They should take these 2 posts of yours and put them in a sticky, top of forum!!


----------



## ctyankee (Dec 19, 2021)

Mt Bob said:


> They should take these 2 posts of yours and put them in a sticky, top of forum!!


Yes,  let's reward philistinism!!  While we're at it let's post a link on how to apply for demolition permits so we can finally be rid of all our ancestors' obsolete craftsmanship!


----------



## kborndale (Dec 19, 2021)

ctyankee said:


> Yes,  let's reward philistinism!!  While we're at it let's post a link on how to apply for demolition permits so we can finally be rid of all our ancestors' obsolete craftsmanship!



Yeah, who cares if you spend crazy money to heat your house and it's still cold and the wind blows thru it as long as it is pretty!


----------



## SteveKG (Dec 19, 2021)

Back to the cookstove questions. Our house is heated by two main stoves: a Woodstock catalytic at one end, a cookstove at the other, which happens to be the kitchen. The two do a great job. The cookstove is an "air tight" and is, for a cookstove, pretty efficient. The catalytic uses maybe a third less the wood as the cookstove. The cookstove remains hot for many hours with a good fire early in the morning, then often allowed to burn out by late morning. We use it for baking, we have a propane-burning countertop with 4 burners as well.

I have used four other cookstoves over the years. All of them were the usual "old" very very pretty models everyone has seen. All of them heated and cooked and baked, but all were miserable on wood use [a lot] and managing [constant attention to fire]. They were difficult to moderate and took a lot of time and were just too much trouble. They all had small fireboxes, too, limiting the size and amount of wood one could load in. Our "newer" one, an Aga brand, has a larger firebox, can be warmed up and left unattended, and the oven is easy to keep at a temperature. "Newer" is almost a misnomer: the basic design is, if I recall, post WWII. Still, it works very well.

However, the cookstove still uses more wood than the catalytic. I don't know whether there are new cookstove models that are more efficient, but I see them advertised and they are possibly quite good. I haven't used one.

Besides being wood-gobblers and having tiny fireboxes, some of the older stoves are leaky and a pain to manage as far as air intake to the fire. Which also means it can be difficult to control their temperature. I don't know anything about the model you are considering, with the gas burners as option. Way back I really wanted on of those models with the gas burners, but I was not able to find one I could buy and gave up. It is a nice idea: use gas in the summer/warm weather and still have the wood-fired oven when wanted. And only have to have the one stove in the kitchen to do it all.

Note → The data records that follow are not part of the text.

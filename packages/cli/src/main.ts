/**
 * Entry point of the `tauline` command. `main(argv, io)` returns the exit status instead
 * of exiting, so tests can drive it in-process as well as through the binary.
 */
import { COMMANDS } from './commands/index.js';
import { setStandardInput } from './files.js';
import {
  commandHelp,
  describeFailure,
  escapeControlCharacters,
  fileErrorReason,
  type Io,
  parseCommandArgs,
} from './framework.js';
import { TABLE_WIDTH, wrapText } from './layout.js';
import { clearProgress } from './progress.js';
import { didYouMean } from './suggest.js';

const VERSION = '0.1.0';

function overview(): string {
  const w = Math.max(...COMMANDS.map((c) => c.name.length));
  return [
    `tauline ${VERSION}: satellite clock relativity, stability and steering`,
    '',
    'Usage: tauline <command> [flags]     (details: tauline help <command>, or tauline <command> --help)',
    '',
    'Commands:',
    ...COMMANDS.flatMap((c) => wrapText(`  ${c.name.padEnd(w)}  ${c.summary}`, TABLE_WIDTH, ' '.repeat(w + 4))),
    '',
    'All quantities are SI (metres, seconds, hertz, radians) unless a flag name says otherwise.',
    'Wherever a file is read, - reads standard input.',
    '',
  ].join('\n');
}

const processIo: Io = {
  out: (t) => process.stdout.write(t),
  err: (t) => process.stderr.write(t),
  isTty: Boolean(process.stderr.isTTY),
  stdin: () => process.stdin,
};

/** Standard input of a run whose Io gives none: empty. */
async function* noInput(): AsyncGenerator<string> {}

let closedPipeHandled = false;

/**
 * `tauline … | head` closes stdout before the command has written everything: end quietly, as
 * Unix filters do, instead of dying on the unhandled EPIPE with a stack trace.
 */
function endQuietlyOnClosedStdout(): void {
  if (closedPipeHandled) return;
  closedPipeHandled = true;
  process.stdout.on('error', (error: NodeJS.ErrnoException) => {
    if (error.code === 'EPIPE') process.exit(0);
    // Standard output cannot be written (a full disk, `> /dev/full`): one line and exit 2, not a stack trace.
    process.stderr.write(
      `tauline: cannot write standard output: ${fileErrorReason(error) ?? error.code ?? error.message}\n`,
    );
    process.exit(2);
  });
}

/** Says a command name is unknown, with the closest names when there are any; exit status 2. */
function unknownCommand(name: string, io: Io): number {
  const names = COMMANDS.map((c) => c.name);
  io.err(
    `tauline: unknown command ${JSON.stringify(name)}${didYouMean(name, names)} (known commands: ${names.join(', ')})\n`,
  );
  return 2;
}

/** `tauline help <command>`: that command's help (exit 0), or the unknown-command line (exit 2). */
function helpOf(name: string, extra: readonly string[], io: Io): number {
  const rest = [name, ...extra];
  const command = COMMANDS.find((c) => c.name === name);
  if (!command) return unknownCommand(name, io);
  if (extra.length > 0) {
    io.err(
      `tauline help: give one command name (received ${rest.map((r) => JSON.stringify(r)).join(' ')}); see \`tauline help ${command.name}\`\n`,
    );
    return 2;
  }
  io.out(commandHelp(command));
  return 0;
}

export async function main(argv: string[], io: Io = processIo): Promise<number> {
  if (io === processIo) endQuietlyOnClosedStdout();
  const [name, ...rest] = argv;
  const [helpName, ...helpExtra] = rest;
  // `tauline help <command>` = `tauline <command> --help`
  if (name === 'help' && helpName !== undefined) return helpOf(helpName, helpExtra, io);
  if (name === undefined || name === '--help' || name === '-h' || name === 'help') {
    io.out(overview());
    return name === undefined ? 2 : 0;
  }
  if (name === '--version') {
    io.out(`${VERSION}\n`);
    return 0;
  }
  const command = COMMANDS.find((c) => c.name === name);
  if (!command) return unknownCommand(name, io);
  const previousInput = setStandardInput(io.stdin ?? noInput);
  // Whatever a command prints may quote its input files: control characters reach the terminal escaped
  // (a progress bar's carriage return is kept on stderr).
  const safeIo: Io = {
    ...io,
    out: (text) => io.out(escapeControlCharacters(text, '\n')),
    err: (text) => io.err(escapeControlCharacters(text, '\n\r')),
  };
  try {
    const args = parseCommandArgs(command, rest);
    if (args.values.help) {
      io.out(commandHelp(command));
      return 0;
    }
    return await command.run(args, safeIo);
  } catch (error) {
    const { line, status } = describeFailure(error);
    clearProgress(io); // a progress bar left mid-line by the failure
    io.err(`tauline ${command.name}: ${escapeControlCharacters(line)}\n`);
    return status;
  } finally {
    setStandardInput(previousInput);
  }
}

So, I am a cookstove user and believer. It works well for us. Maybe someone here will have experience to relate regarding the gas/wood hybrid cookstove.


----------



## qwee (Dec 19, 2021)

I might try one of these - some day. Or maybe get one of those special metal tops from Germany that expands (without getting damaged or leaking air) and try to build the below part with fire brick and 4" granite stone.

https://www.mha-net.org/graphics2/21041301.JPG


----------



## coaly (Dec 19, 2021)

Cookstoves certainly are designed for home heating as well as stove top cooking and baking. Many heat up to 3000 and 3500 square feet.

The Amish stoves have no “weld spatter” and use secondary burn technology. Most are painted shields with baked on enamel. They are laser cut and machine welded.

The Heco brand comes with a coal grate that can be added if coal is desirable. Their larger size heats up to 3500 sf.

The cheaper brands from Suppertime have been made of gauge steel for quite some time, not as heavy duty as the Kitchen Queen, but very popular.

The largest water heating tank is on the Queen, with or without using the add on stainless steel 3/4 pipe coil in firebox. If this is not the only hot water used in the home, it is not necessary and advised against using the firebox mounted coil due to over humidification when not using enough hot water. This tank holds 24 gallons.

Smaller stoves not made for home heating such as the Tim Sistem have very close clearances, but are not for space heating.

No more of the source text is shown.